1223 nv.validate_groupby_func("mean", args, kwargs, ["numeric_only"])
-> 1224 return self._cython_agg_general(
1225 "mean", alt=lambda x, axis: Series(x).mean(**kwargs), **kwargs
1226 )
~\AppData\Local\Programs\Python\Python38-32\lib\site-packages\pandas\core\groupby\groupby.py in _cython_agg_general(self, how, alt, numeric_only, min_count)
905
906 if len(output) == 0:
--> 907 raise DataError("No numeric types to aggregate")
908
909 return self._wrap_aggregated_output(output)
DataError: No numeric types to aggregate
DataError Traceback (most recent call last)
<ipython-input-1-4875501f5fb5> in <module>
26 df_data.loc[df_data.Churn=='No','Churn'] = 0
27 df_data.loc[df_data.Churn=='Yes','Churn'] = 1
---> 28 f_plot = df_data.groupby('gender').Churn.mean().reset_index()
~\AppData\Local\Programs\Python\Python38-32\lib\site-packages\pandas\core\groupby\groupby.py in mean(self, *args, **kwargs)
1222 """
1223 nv.validate_groupby_func("mean", args, kwargs, ["numeric_only"])

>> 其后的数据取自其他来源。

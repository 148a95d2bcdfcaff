package table

import (
	"fmt"
	"strings"

	"phaselag/data/place"
	"phaselag/data/unit"
)

// searched is the number of rows in which the headings must be found.
const searched = 500

// head finds the row of headings and the row of units, fills t.Columns and
// returns the rows after them.
func (t *Table) head(rows [][]Cell, s Settings) ([][]Cell, error) {
	if s.HeaderRow == NoHeader {
		return t.headless(rows, s)
	}
	at, err := findHeadings(rows, s)
	if err != nil {
		return nil, err
	}
	headings := rows[at]
	t.HeaderLine = headings[0].Line
	t.Columns = make([]Column, len(headings))
	for i, c := range headings {
		t.Columns[i] = understand(c.Text)
		t.Columns[i].Line, t.Columns[i].Place = c.Line, c.Column
	}
	if t.Separator != blanks {
		t.wide = keysAbove(rows[:at], len(headings))
	}
	rest := rows[at+1:]
	if u := findUnits(rest, t.Columns, s); u >= 0 {
		t.UnitsLine = rest[u][0].Line
		for i, c := range rest[u] {
			if i < len(t.Columns) && c.Text != "" {
				t.Columns[i].setUnit(strings.Trim(c.Text, "[]() "))
			}
		}
		rest = rest[u+1:]
	} else if s.UnitsRow > 0 {
		return nil, &place.Error{Line: s.UnitsRow, What: "no row of units after the headings in this line", Hint: "correct units_row under reading, or leave it out"}
	}
	if err := t.choose(s.Wants); err != nil {
		return nil, err
	}
	if t.wide == nil {
		t.wide = t.keysInside()
	}
	return rest, nil
}

// headless makes columns without headings: those chosen by number.
func (t *Table) headless(rows [][]Cell, s Settings) ([][]Cell, error) {
	need := 0
	for _, w := range s.Wants {
		if w.Number == 0 {
			return nil, &place.Error{What: fmt.Sprintf("the file is said to have no headings, so the %s needs the number of its column", w.Concept),
				Hint: fmt.Sprintf("say columns: {%s: {column: 1, unit: …}}", w.Concept)}
		}
		need = max(need, w.Number)
	}
	if need == 0 {
		return nil, &place.Error{What: "the file is said to have no headings, and no columns are chosen by number",
			Hint: "say for example columns: {time: {column: 1, unit: s}, relaxation modulus: {column: 2, unit: MPa}}"}
	}
	for at, row := range rows {
		if len(row) < need {
			continue
		}
		numeric := true
		for _, w := range s.Wants {
			numeric = numeric && (w.Concept.Quantity() == "" || looksNumeric(row[w.Number-1].Text))
		}
		if !numeric {
			continue
		}
		t.Columns = make([]Column, len(row))
		for i := range t.Columns {
			t.Columns[i].Heading = fmt.Sprintf("column %d", i+1)
		}
		return rows[at:], t.choose(s.Wants)
	}
	return nil, &place.Error{What: fmt.Sprintf("no row has numbers in the chosen columns (separator %q)", t.Separator), Hint: "check the numbers of the columns and the separator under reading"}
}

// findHeadings gives the index of the row of headings: the one that was stated;
// else the first row with all headings that were chosen by hand; else the first
// row without numbers in which at least two different concepts are understood.
func findHeadings(rows [][]Cell, s Settings) (int, error) {
	if s.HeaderRow > 0 {
		for i, row := range rows {
			if len(row) > 0 && row[0].Line == s.HeaderRow {
				return i, nil
			}
		}
		return 0, &place.Error{Line: s.HeaderRow, What: "no headings in this line", Hint: "correct header_row under reading; lines count from 1"}
	}
	var chosen []string
	for _, w := range s.Wants {
		if w.Heading != "" {
			chosen = append(chosen, w.Heading)
		}
	}
	firstText := -1
	for i, row := range rows[:min(len(rows), searched)] {
		if len(row) == 0 || hasNumber(row) {
			continue
		}
		if firstText < 0 && len(row) > 1 {
			firstText = i
		}
		if len(chosen) > 0 {
			all := true
			for _, h := range chosen {
				all = all && headingIndex(texts(row), h) >= 0
			}
			if all {
				return i, nil
			}
			continue
		}
		if concepts(row) >= 2 {
			return i, nil
		}
	}
	if len(chosen) > 0 {
		e := &place.Error{What: fmt.Sprintf("no row has the heading %q", clip(chosen[0])), Hint: "correct columns in the campaign file"}
		if len(chosen) > 1 {
			e.What = fmt.Sprintf("no row has all the headings %q", chosen)
		}
		if firstText >= 0 {
			e.Hint = fmt.Sprintf("line %d has: %s", rows[firstText][0].Line, list(texts(rows[firstText])))
		}
		return 0, e
	}
	e := &place.Error{
		What: "no row of headings was understood",
		Hint: "say in the campaign file columns: {frequency: {heading: …, unit: Hz}, storage modulus: {heading: …, unit: MPa}, …}, or for a file without headings reading: {header_row: none} and columns: {frequency: {column: 1, unit: Hz}, …}",
	}
	if firstText >= 0 {
		e.Line = rows[firstText][0].Line
		e.What = fmt.Sprintf("the headings are not understood: %s", list(texts(rows[firstText])))
	}
	return 0, e
}

func hasNumber(row []Cell) bool {
	for _, c := range row {
		if looksNumeric(c.Text) {
			return true
		}
	}
	return false
}

// concepts counts the different concepts in a row of headings.
func concepts(row []Cell) int {
	seen := map[Concept]bool{}
	for _, c := range row {
		u := understand(c.Text)
		if u.Concept == "" {
			if _, rest, ok := keyOf(c); ok {
				u = understand(rest) // "G' (MPa) at −20 °C"
			}
		}
		if u.Concept != "" && u.Concept != Segment {
			seen[u.Concept] = true
		}
	}
	return len(seen)
}

func texts(row []Cell) []string {
	s := make([]string, len(row))
	for i, c := range row {
		s[i] = c.Text
	}
	return s
}

// headingIndex finds a heading as the user wrote it: letter by letter first,
// then with primes and blanks alike.
func headingIndex(headings []string, wanted string) int {
	for i, h := range headings {
		if h == wanted {
			return i
		}
	}
	same := func(s string) string {
		return strings.ReplaceAll(primes.Replace(s), " ", "")
	}
	w := same(wanted)
	for i, h := range headings {
		if w != "" && same(h) == w {
			return i
		}
	}
	return -1
}

// findUnits gives the index of the row of units among the rows after the
// headings, -1 if there is none: a row without numbers in which at least half
// of the cells are units, or the row that was stated.
func findUnits(rest [][]Cell, columns []Column, s Settings) int {
	for i, row := range rest {
		if len(row) == 0 {
			continue
		}
		if s.UnitsRow > 0 {
			if row[0].Line == s.UnitsRow {
				return i
			}
			continue
		}
		units, filled := 0, 0
		for j, c := range row {
			text := strings.Trim(c.Text, "[]() ")
			if text == "" {
				continue
			}
			filled++
			if text == "-" || len(unit.Known(text)) > 0 || j < len(columns) && columns[j].Concept == Frequency && text == "1/s" {
				units++
			}
		}
		if !hasNumber(row) && units > 0 && 2*units >= filled {
			return i
		}
		return -1
	}
	return -1
}

// choose applies the columns that were chosen by hand.
func (t *Table) choose(wants []Want) error {
	for _, w := range wants {
		i := w.Number - 1
		switch {
		case w.Heading != "":
			i = headingIndex(t.Headings(), w.Heading)
			if i < 0 {
				return &place.Error{Line: t.HeaderLine, What: fmt.Sprintf("no column has the heading %q", clip(w.Heading)), Hint: "the headings are " + list(t.Headings())}
			}
		case w.Number > len(t.Columns):
			return &place.Error{Line: t.HeaderLine, What: fmt.Sprintf("there is no column %d for the %s: the table has %d", w.Number, w.Concept, len(t.Columns))}
		case w.Number <= 0:
			found := t.FindAll(w.Concept)
			if len(found) != 1 {
				return &place.Error{Line: t.HeaderLine, What: fmt.Sprintf("%d columns were understood as the %s", len(found), w.Concept),
					Hint: fmt.Sprintf("say columns: {%s: {heading: …, unit: %s}}; the headings are %s", w.Concept, w.Unit, list(t.Headings()))}
			}
			i = found[0]
		}
		for j := range t.Columns {
			if t.Columns[j].Concept == w.Concept && j != i {
				t.Columns[j].Concept = ""
			}
		}
		col := &t.Columns[i]
		if col.Concept != w.Concept {
			// The heading means something else, or nothing; its unit may stand
			// in one of the usual forms all the same.
			col.Concept, col.Modulus, col.Angular = w.Concept, "", false
			text := col.UnitText
			for _, c := range candidates(col.Heading) {
				if _, ok := unit.Lookup(c.unit, w.Concept.Quantity()); ok {
					text = c.unit
					break
				}
			}
			col.setUnit(text)
		}
		if w.Unit != "" {
			col.Angular = false
			col.setUnit(w.Unit)
		}
		if col.Concept != w.Concept {
			return &place.Error{Line: t.HeaderLine, What: fmt.Sprintf("%q is not a unit of the %s", clip(col.UnitText), w.Concept)}
		}
		if err := t.require(i); err != nil {
			return err
		}
	}
	return nil
}

// list writes headings for a message.
func list(headings []string) string {
	var b strings.Builder
	for i, h := range headings {
		if i == 30 {
			b.WriteString(", …")
			break
		}
		if i > 0 {
			b.WriteString(", ")
		}
		b.WriteString(Quote(h))
	}
	return b.String()
}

-> 1224 return self._cython_agg_general(
1225 "mean", alt=lambda x, axis: Series(x).mean(**kwargs), **kwargs
1226 )
~\AppData\Local\Programs\Python\Python38-32\lib\site-packages\pandas\core\groupby\groupby.py in _cython_agg_general(self, how, alt, numeric_only, min_count)
905
906 if len(output) == 0:
--> 907 raise DataError("No numeric types to aggregate")
908
909 return self._wrap_aggregated_output(output)
DataError: No numeric types to aggregate
电信数据集
确保你在Churn列中没有任何其他值。使用df_data['Churn'].value_counts().如果你能分享你的数据的前10行,这将是真棒。